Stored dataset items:
***

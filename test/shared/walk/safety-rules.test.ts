/// <reference types="node" />
// Trade-content rules over every shipped tree and platform (issue 13).
import { readdirSync, readFileSync } from 'node:fs';
import path from 'node:path';
import { parse } from 'yaml';
import { describe, expect, it } from 'vitest';
import { codeCaution } from '../../../shared/codes/code-cautions';
import { bankFiringWarnings, platformInputSchema } from '../../../shared/platform';
import { composeCaution, conditionHolds, DEFERRAL, emptyEvidence, listCauses, parseTree, removedCautions, stepCaution } from '../../../shared/walk';

const root = path.resolve(import.meta.dirname, '../../../content');
const trees = readdirSync(path.join(root, 'trees')).filter((f) => f.endsWith('.yaml')).map((f) => parseTree(parse(readFileSync(path.join(root, 'trees', f), 'utf8'))));
const causes = trees.flatMap(listCauses);
const diesel = { ...emptyEvidence(), platform: { fuel: 'diesel' } } as ReturnType<typeof emptyEvidence>;

describe('shipped content safety rules', () => {
  it('keeps ignition causes and petrol manifold-vacuum specs off diesel platforms', () => {
    const petrolOnly = causes.filter((c) => c.system === 'ignition' || (c.test.spec?.unit === 'inHg' && /petrol/i.test(c.test.spec.text ?? '')));
    expect(petrolOnly.length).toBeGreaterThan(3);
    for (const c of petrolOnly) expect(c.appliesWhen && conditionHolds(c.appliesWhen, diesel, 'pass'), c.globalId).toBe(false);
  });

  it('words every step caution once and defers exactly once', () => {
    for (const c of causes) {
      const text = stepCaution(c, { platform: { fuel: 'hybrid' } }) ?? '';
      expect(text, c.globalId).not.toMatch(/caution:/i);
      expect(text.split(DEFERRAL).length - 1, c.globalId).toBe(1);
      expect(text.match(/follow the manufacturer/gi)?.length, c.globalId).toBe(1);
      expect(text, c.globalId).toMatch(/ready mode the engine can start by itself/);
    }
    expect(composeCaution(['Caution: Caution: hot. Follow the manufacturer’s procedure.'])).toBe(`hot. ${DEFERRAL}`);
  });

  it('adds the closed-bay exhaust caution to running-engine steps and the road-test caution to road tests', () => {
    const coil = causes.find((c) => c.globalId === 'misfire/coil');
    const text = coil ? stepCaution(coil, { platform: null }) ?? '' : '';
    expect(text).toMatch(/closed bay/);
    expect(text).toMatch(/second person reads the scan tool/);
  });

  it('refuses an edit that removes a shipped caution', () => {
    const misfire = trees.find((t) => t.id === 'misfire');
    if (!misfire) throw new Error('misfire tree missing');
    expect(removedCautions(misfire, misfire)).toEqual([]);
    const cut = structuredClone(misfire);
    delete cut.branches[0]?.causes[0]?.caution;
    expect(removedCautions(misfire, cut)[0]).toMatch(/"coil" must keep its shipped caution/);
  });

  it('has no cold-plug step that asks for a warm compression test', () => {
    const compression = causes.find((c) => c.globalId === 'misfire/low-compression');
    expect(compression?.test.do).toMatch(/^Engine cold/);
  });

  it('fits every shipped bank map to its firing order', () => {
    const list = (parse(readFileSync(path.join(root, 'platforms.yaml'), 'utf8')) as { platforms: Record<string, unknown>[] }).platforms;
    for (const { key, ...rest } of list) expect(bankFiringWarnings(platformInputSchema.parse(rest)), String(key)).toEqual([]);
    // the old VT27 map: odd/even banks against 1-4-3-6-2-5 fires 6 then 2 on bank 2
    const wrong = bankFiringWarnings({ layout: 'V', cylinders: 6, banks: { '1': [1, 3, 5], '2': [2, 4, 6] }, firingOrder: [1, 4, 3, 6, 2, 5] });
    expect(wrong[0]).toMatch(/6 then 2 on bank 2/);
  });

  it('chooses code-page cautions from the range table', () => {
    expect(codeCaution('P0299')?.topic).toBe('boost');
    expect(codeCaution('P0217')?.topic).toBe('over-temperature');
    expect(codeCaution('P0335')?.topic).toBe('rotating-engine');
    expect(codeCaution('P0380')?.topic).toBe('glow-plugs');
    expect(codeCaution('P0087')?.topic).toBe('fuel-pressure');
    expect(codeCaution('U0151')?.topic).toBe('restraints');
    expect(codeCaution('P0302')?.topic).toBe('ignition');
    expect(codeCaution('P0A80')?.topic).toBe('hybrid-high-voltage');
  });
});
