// --------------------------------------------------------------- injection

#[test]
fn control_characters_never_reach_the_terminal() {
    let d = tempfile::tempdir().unwrap();
    // A CSV whose channel names carry ESC/CSI/OSC, BEL, CR, U+009B, U+202E.
    let f = synth(d.path(), "a.csv", &[]);
    let text = std::fs::read_to_string(&f).unwrap();
    let hostile_col = "x\u{1b}[2J\u{1b}]0;title\u{7}\r\u{9b}31m\u{202e}";
    // One more column with that name, last, holding zeros.
    let text: String = text
        .lines()
        .enumerate()
        .map(|(i, l)| {
            if i == 0 {
                format!("{l},\"{hostile_col}\"\n")
            } else {
                format!("{l},0\n")
            }
        })
        .collect();
    write(d.path(), "a.csv", text.as_bytes());
    let id = "T\u{1b}[31mRED\u{7}\u{202e}";
    write(d.path(), "rules.yaml", RULES.as_bytes());
    write(
        d.path(),
        "plan.yaml",
        format!(
            "unit: {{ name: \"Unit\\e[5m\\u202e\", rated_voltage_kv: 0.69, rated_power_mva: 4.2, frequency_hz: 50 }}\nrules: rules.yaml\ntests:\n  - {{ id: \"{}\", file: a.csv }}\n",
            id.replace('\u{1b}', "\\e").replace('\u{7}', "\\a").replace('\u{202e}', "\\u202e")
        )
        .as_bytes(),
    );
    let o = check_plan(&d.path().join("plan.yaml"), &d.path().join("pack"));
    assert!(o.status.code().is_some_and(|c| c < 2), "{}", stderr(&o));
    let ins = inspect(&d.path().join("a.csv"));
    for out in [&o.stdout, &o.stderr, &ins.stdout, &ins.stderr] {
        let s = String::from_utf8_lossy(out);
        for bad in ['\u{1b}', '\u{7}', '\r', '\u{9b}', '\u{202e}'] {
            assert!(!s.contains(bad), "{bad:?} reached the terminal: {s}");
        }
    }
    assert!(String::from_utf8_lossy(&ins.stdout).contains("\\u{1b}"));
    // An unknown mapped column with such a name: the error message too.
    let o = holdfast()
        .arg("inspect")
        .arg(d.path().join("a.csv"))
        .args(RATINGS)
        .args(["--map", &format!("status={hostile_col}x")])
        .output()
        .unwrap();
    assert_eq!(o.status.code(), Some(2));
    assert!(!stderr(&o).contains('\u{1b}'), "{}", stderr(&o));
}
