#[test]
fn short_fault_is_decided_unless_its_depth_matters() {
    // Decision A.5. A 30 ms dip is less than two 20 ms cycles at phasor
    // level, so its true depth is unknown (anything from 0 pu to the
    // measured 0.2 pu).
    // (a) No trip: the unit rode through whatever the depth: pass, no_trip,
    //     margin null.
    let mut s = Sig::new(dip(0.2, 0.03));
    s.status = status_open_at(99.0);
    let c = one(&s, &rules(LVRT));
    assert_eq!(c.verdict, Verdict::Pass, "{}", c.detail);
    assert_eq!(c.reason, Some(Reason::NoTrip));
    assert_eq!(c.margin, None);
    // (b) Trip at 1.05 s (τ = 0.05 s): the LVRT floor is 0 pu up to 0.15 s,
    //     so even a 0 pu fault stays inside (0 ≥ 0): fail for every depth.
    s.status = status_open_at(1.05);
    let c = one(&s, &rules(LVRT));
    assert_eq!(c.verdict, Verdict::Fail, "{}", c.detail);
    assert_eq!(c.reason, Some(Reason::TripInsideZone));
    // (c) A floor of 0.1 pu for 0.15 s: as measured (0.2 pu) the trip at
    //     1.05 s is inside the zone (fail); a true depth below 0.1 pu would
    //     have left the zone at the start (permitted trip): undecidable.
    let floor = "  - { id: lvrt, type: envelope, bound: lower, points: [[0, 0.1], [0.15, 0.1], [1.5, 0.85]] }\n";
    let c = one(&s, &rules(floor));
    assert_eq!(c.verdict, Verdict::Inconclusive, "{}", c.detail);
    assert_eq!(c.reason, Some(Reason::DepthUnresolved));
    assert_eq!((c.measured, c.margin), (None, None));
}

#[test]
fn envelope_without_status_or_current_is_inconclusive() {
    let mut s = Sig::new(dip(0.3, 0.3));
    s.currents = false;
    let c = one(&s, &rules(LVRT));
    assert_eq!(c.verdict, Verdict::Inconclusive, "{}", c.detail);
}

***

**Try it:**
Filter the records above for lines with "join".

**Solution:**
const trees = readdirSync(path.join(root, 'trees')).filter((f) => f.endsWith('.yaml')).map((f) => parseTree(parse(readFileSync(path.join(root, 'trees', f), 'utf8'))));
    const list = (parse(readFileSync(path.join(root, 'platforms.yaml'), 'utf8')) as { platforms: Record<string, unknown>[] }).platforms;
    let o = check_plan(&d.path().join("plan.yaml"), &d.path().join("pack"));
    let ins = inspect(&d.path().join("a.csv"));
        .arg(d.path().join("a.csv"))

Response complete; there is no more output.